I believe we have overestimated the need and importance that people put on open source software over the need for free software (free as in price in this context, gratis).
he goes on to expound on how a free-as-in-beer proprietary product that does the job goes a long way to stunting, if not outright killing, open source efforts. when it comes to mass-market, user-level software this does sum up the status quo pretty well.
however, he states it as if this were a natural law and something that is immovable. personally i believe the reason it remains the unquestioned status quo is because of us, the free and open source software communities. we each have our bit to play in this so-far-failure to get people to appreciate free-as-in-freedom software.
the free software foundation (fsf) presents it in terms of ethics and academic argumentation. while i agree with much of what they say and wholeheartedly support what they are doing, it's also undeniable that their message influences a small percentage of the populace. why? probably because to truly appreciate stallman's philosophies requires reading them and then really thinking about them. most people don't do much of that anymore. you also need a fairly broad understanding of the state of various aspects of "intellectual property" law and how industry interacts with it. it's a complex issue that they tackle with a complex analysis. no wonder most people don't "get it". it's like trying to explain traffic safety using calculus. you can, but most people won't "get it".
those of us who are pragmatists and aren't out to kill proprietary software (i'd be one of those people, btw) often don't stand up and say much about the value of freedom software. why? probably because few outside the fsf have constructed messages that resonate and are easily repeatable. the open source initiative did and look how successful it was ... except they avoided talking much about benefits that flow directly from the freedom aspects of open source software or show the cause-effect of freedom-benefit. they just avoid it.
and nobody else has really stepped up. want to know something that the proprietary companies can't compete with us on by definition? freedom. so they avoid it and for some bizarre reason so do we. well, it's not a bizarre reason i suppose: the fsf has scared many (most?) people away from standing up on that topic ("oh god. i'm going to come off sounding / looking /smelling like rms. *shudder*") and the pragmatists have been busy working on pragmatically making the software better. in any case we simply don't tout the biggest factor that has real-world and easily-understood benefit for individuals, business, government and dolphins (ok, i'm no so sure about dolphins) that we win hands-down on.

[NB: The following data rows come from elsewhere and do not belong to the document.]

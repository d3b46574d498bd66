// `gatesmith design SPEC [--out PULSE] [--json]`: runs ensemble GRAPE on a spec, shows
// progress on stderr, prints the figures on stdout and writes the best pulse.
import { availableParallelism } from 'node:os';
import { ArgumentError } from '../core/errors.ts';
import { describeLine } from '../core/line-spec.ts';
import type { DesignResult, MemberFigure, Problem, Pulse } from '../core/types.ts';
import { writePulse } from '../io/pulse.ts';
import { flagValue, optionsHelp, usageLine } from './args.ts';
import type { ArgSpec } from './args.ts';
import { defineCommand } from './command.ts';
import type { CliIO, Command } from './command.ts';
import { checkWritable, loadSpec, writeText } from './files.ts';
import { formatFrequency, formatInfidelity, formatRelative, formatStopReason, formatTarget, formatTime } from './format.ts';
import { progressReporter } from './progress.ts';

const ARGS: ArgSpec = {
  command: 'design',
  positionals: ['SPEC'],
  flags: [
    { name: 'out', value: 'PULSE', help: 'write the best pulse to this file (gatesmith pulse JSON)' },
    { name: 'json', help: 'print the figures as one JSON object instead of a table' },
    { name: 'threads', value: 'N', help: 'run the starts on N threads (default: all cores for designs expected to take over 2 s)' },
  ],
};

const HELP = `Design a robust pulse for the spec by ensemble GRAPE (exact gradients, L-BFGS).

Usage: ${usageLine(ARGS)}

SPEC is a design spec (JSON; see docs/spec.md). Progress goes to stderr, the figures
to stdout. Ctrl-C stops the run after the current iteration; the best pulse so far is
still reported and written.

Options:
${optionsHelp(ARGS)}

Infidelity is 1 - F with F = |Tr(V^dag U)|^2 / 4 for a gate target (phase-insensitive)
and F = |<to|U|from>|^2 for a state target, per ensemble member; "mean" is weighted.
`;

/** The `design` subcommand. */
export const designCommand: Command = defineCommand({
  name: 'design',
  summary: 'design a robust pulse for a spec',
  args: ARGS,
  help: HELP,
  async body([specPath], flags, io: CliIO): Promise<number> {
    const out = flagValue(flags, 'out');
    const spec = loadSpec(specPath);
    if (out !== undefined) checkWritable(out, '--out');

    // Loaded here, not at the top, so that --help and bad input never wait for the wasm core.
    const api = await import('../core/api.ts');
    const controller = new AbortController();
    let interrupted = false;
    const unsubscribe = io.onInterrupt?.(() => {
      if (interrupted) return;
      interrupted = true;
      controller.abort();
      io.stderr('\ninterrupted: stopping after this iteration, keeping the best pulse so far\n');
    });
    const { starts, maxIterations } = spec.problem.optimizer;
    const reporter = progressReporter(io, starts, maxIterations);
    let result: DesignResult;
    try {
      const threads = threadCount(flagValue(flags, 'threads'), spec.problem);
      const options = { onProgress: reporter.update, signal: controller.signal };
      result = threads > 1
        ? await (await import('../core/threads.ts')).designInThreads(spec.problem, { ...options, threads })
        : await api.design(spec.json, options);
    } finally {
      reporter.finish();
      unsubscribe?.();
    }

    const pulse = withDesignMetadata(result, spec.json);
    const peak = checkPeak(pulse, spec.problem);
    if (out !== undefined) writeText(out, writePulse(pulse), '--out');
    else if (!flags.json) io.stderr('note: the pulse is not saved; give --out PULSE to write it\n');

    const warning = truncationWarning(result, spec.problem);
    if (warning) io.stderr(`warning: ${warning}\n`);
    if (flags.json) io.stdout(JSON.stringify(designJson(result, peak, out, interrupted), null, 2) + '\n');
    else io.stdout(designTable(result, spec.problem, peak, out, interrupted));
    return 0;
  },
});

// Threads pay off once a design runs for seconds (starting one costs about 0.4 s here):
// estimate the single-thread time from the work, about 20 ns per member-segment-iteration.
function threadCount(flag: string | undefined, problem: Problem): number {
  if (flag !== undefined) {
    const n = Number(flag);
    if (!Number.isInteger(n) || n < 1 || n > 64) throw new ArgumentError(`--threads ${flag}: not allowed; a whole number from 1 to 64`);
    return n;
  }
  const { segments, members, optimizer } = problem;
  const seconds = 2e-8 * segments * members.length * optimizer.maxIterations * optimizer.starts;
  return seconds > 2 ? Math.min(availableParallelism(), optimizer.starts) : 1;
}

// The pulse file records how it was made: the spec as given and the figures reached.
function withDesignMetadata(result: DesignResult, specJson: unknown): Pulse {
  const meta = result.pulse.metadata ?? {};
  // The spec's own name says more to a reader of the file than which start won.
  const specName = (specJson as { name?: unknown }).name;
  const name = typeof specName === 'string' ? specName : meta.name;
  return {
    ...result.pulse,
    metadata: {
      ...meta,
      ...(typeof name === 'string' ? { name } : {}),
      origin: meta.origin ?? 'design',
      spec: meta.spec ?? specJson,
      figures: {
        ...meta.figures,
        meanInfidelity: result.evaluation.meanInfidelity,
        worstInfidelity: result.evaluation.worstInfidelity,
        iterations: result.best.iterations,
        stopReason: result.best.stopReason,
      },
    },
  };
}

// A waveform above the configured limit is never written (safety: it drives an amplifier).
function checkPeak(pulse: Pulse, problem: Problem): number {
  let peak = 0;
  for (let k = 0; k < pulse.i.length; k++) {
    const a = problem.constraints.bound === 'box' ? Math.max(Math.abs(pulse.i[k]), Math.abs(pulse.q[k])) : Math.hypot(pulse.i[k], pulse.q[k]);
    if (!(a <= problem.rabiMax * (1 + 1e-12))) {
      throw new Error(`designed sample ${k} has amplitude ${a} Hz above rabiMax ${problem.rabiMax} Hz; refusing to write it`);
    }
    peak = Math.max(peak, Math.hypot(pulse.i[k], pulse.q[k]));
  }
  return peak;
}

function memberJson(m: MemberFigure) {
  return {
    detuning: m.detuning, amplitudeError: m.amplitudeError, weight: m.weight, infidelity: m.infidelity,
    ...(m.leakage !== undefined ? { anharmonicityError: m.anharmonicityError ?? 0, leakage: m.leakage } : {}),
    ...(m.phaseAfter !== undefined ? { phaseAfter: m.phaseAfter } : {}),
  };
}

/** The truncation-check warning of a ladder design, or null. */
export function truncationWarning(result: DesignResult, problem: Problem): string | null {
  const check = result.truncationCheck;
  if (!check || !check.differs) return null;
  return `on ${check.levels} levels the mean infidelity is ${formatInfidelity(check.meanInfidelity)} and the mean leakage ` +
    `${formatInfidelity(check.meanLeakage)}, more than a factor two from ${formatInfidelity(result.evaluation.meanInfidelity)} and ` +
    `${formatInfidelity(result.evaluation.meanLeakage ?? 0)} on ${problem.system?.levels} levels: the truncation matters; design with more levels`;
}

function designJson(result: DesignResult, peak: number, out: string | undefined, interrupted: boolean) {
  const ev = result.evaluation;
  const startJson = (s: DesignResult['best']) => ({
    start: s.start,
    meanInfidelity: s.meanInfidelity,
    objective: s.objective,
    iterations: s.iterations,
    evaluations: s.evaluations,
    stopReason: s.stopReason,
    elapsedS: s.elapsedS,
  });
  return {
    members: ev.members.map(memberJson),
    meanInfidelity: ev.meanInfidelity,
    worstInfidelity: ev.worstInfidelity,
    worstMember: memberJson(ev.members[ev.worstIndex]),
    ...(ev.meanLeakage !== undefined ? { levels: ev.levels, meanLeakage: ev.meanLeakage, worstLeakage: ev.worstLeakage } : {}),
    ...(result.truncationCheck ? {
      truncationCheck: {
        levels: result.truncationCheck.levels, meanInfidelity: result.truncationCheck.meanInfidelity, meanLeakage: result.truncationCheck.meanLeakage,
      },
    } : {}),
    best: startJson(result.best),
    starts: result.starts.map(startJson),
    elapsedS: result.elapsedS,
    peakRabi: peak,
    interrupted,
    out: out ?? null,
  };
}

function designTable(result: DesignResult, problem: Problem, peak: number, out: string | undefined, interrupted: boolean): string {
  const ev = result.evaluation;
  const worst = ev.members[ev.worstIndex];
  const rows: [string, string][] = [
    ['target', formatTarget(problem.target)],
    ['ensemble', `${ev.members.length} member${ev.members.length === 1 ? '' : 's'}`],
    ...(problem.line ? [['line', `${describeLine(problem.line)}: the figures are of the drive the qubit sees`] as [string, string]] : []),
    ['mean infidelity', formatInfidelity(ev.meanInfidelity)],
    ['worst infidelity', `${formatInfidelity(ev.worstInfidelity)} at detuning ${formatFrequency(worst.detuning)}, amplitude error ${formatRelative(worst.amplitudeError)}`],
    ...ladderRows(result, problem),
    ['best start', `${result.best.start + 1} of ${result.starts.length}: ${result.best.iterations} iterations, ended on ${formatStopReason(result.best.stopReason)}`],
    ['all starts', result.starts.map((s) => `${s.start + 1}: ${formatInfidelity(s.meanInfidelity)}`).join('  ')],
    ['wall time', `${result.elapsedS.toFixed(3)} s${interrupted ? ' (interrupted)' : ''}`],
    ['peak drive', `${formatFrequency(peak)} of rabiMax ${formatFrequency(problem.rabiMax)} (${problem.constraints.bound} bound)`],
    ['pulse', `${result.pulse.i.length} samples of ${formatTime(result.pulse.dt)}${out !== undefined ? ` written to ${out}` : ', not saved'}`],
  ];
  const width = Math.max(...rows.map(([k]) => k.length));
  return rows.map(([k, v]) => `${k.padEnd(width)}  ${v}`).join('\n') + '\n';
}

function ladderRows(result: DesignResult, problem: Problem): [string, string][] {
  const ev = result.evaluation;
  if (ev.meanLeakage === undefined) return [];
  const rows: [string, string][] = [
    ['system', `${ev.levels} levels, anharmonicity ${formatFrequency(problem.system?.anharmonicity ?? 0)}`],
    ['mean leakage', formatInfidelity(ev.meanLeakage)],
    ['worst leakage', formatInfidelity(ev.worstLeakage ?? 0)],
  ];
  const phases = ev.members.filter((m) => m.phaseAfter !== undefined).map((m) => m.phaseAfter!);
  if (phases.length > 0) rows.push(['phase after', `${((phases[0] * 180) / Math.PI).toFixed(3)} deg (z rotation after the pulse, member 1; every member's in --json)`]);
  const check = result.truncationCheck;
  if (check) {
    rows.push([`on ${check.levels} levels`, `mean infidelity ${formatInfidelity(check.meanInfidelity)}, mean leakage ${formatInfidelity(check.meanLeakage)}${check.differs ? ' (differs by more than x2)' : ''}`]);
  }
  return rows;
}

so it's no surprise that people will pragmatically pick free-as-in-beer when available and not bother to work on free-as-in-freedom in those cases: we haven't shown the value proposition and therefore given people motivation to do it.
i think we can. we need to start talking about the immediate and personally meaningful results of free software in simple, practical terms. community, sovereignty and mitigating business risk are three categories that probably resonate with a lot of people if myspace, that whole national democracy fad that's been going on for the last few centuries ;) and the amount spent on legalese every year are any signs.
so i'd suggest to us all, including miguel, that instead of cowering beneath the shadow of the free-as-in-beer threat that we actually remind people how they want things that only are available when they use free-as-in-freedom software.
(oddly related tangent: i only buy bowls, plates, cups, etc that are microwave safe. why? because i like to use the microwave to heat things up. why? it's fast and effective. so my dish purchasing decisions are influenced because i want to quickly heat things. only after noting that a thing will survive the microwave do i bother making an aesthetic decision. i bet i'm not alone.)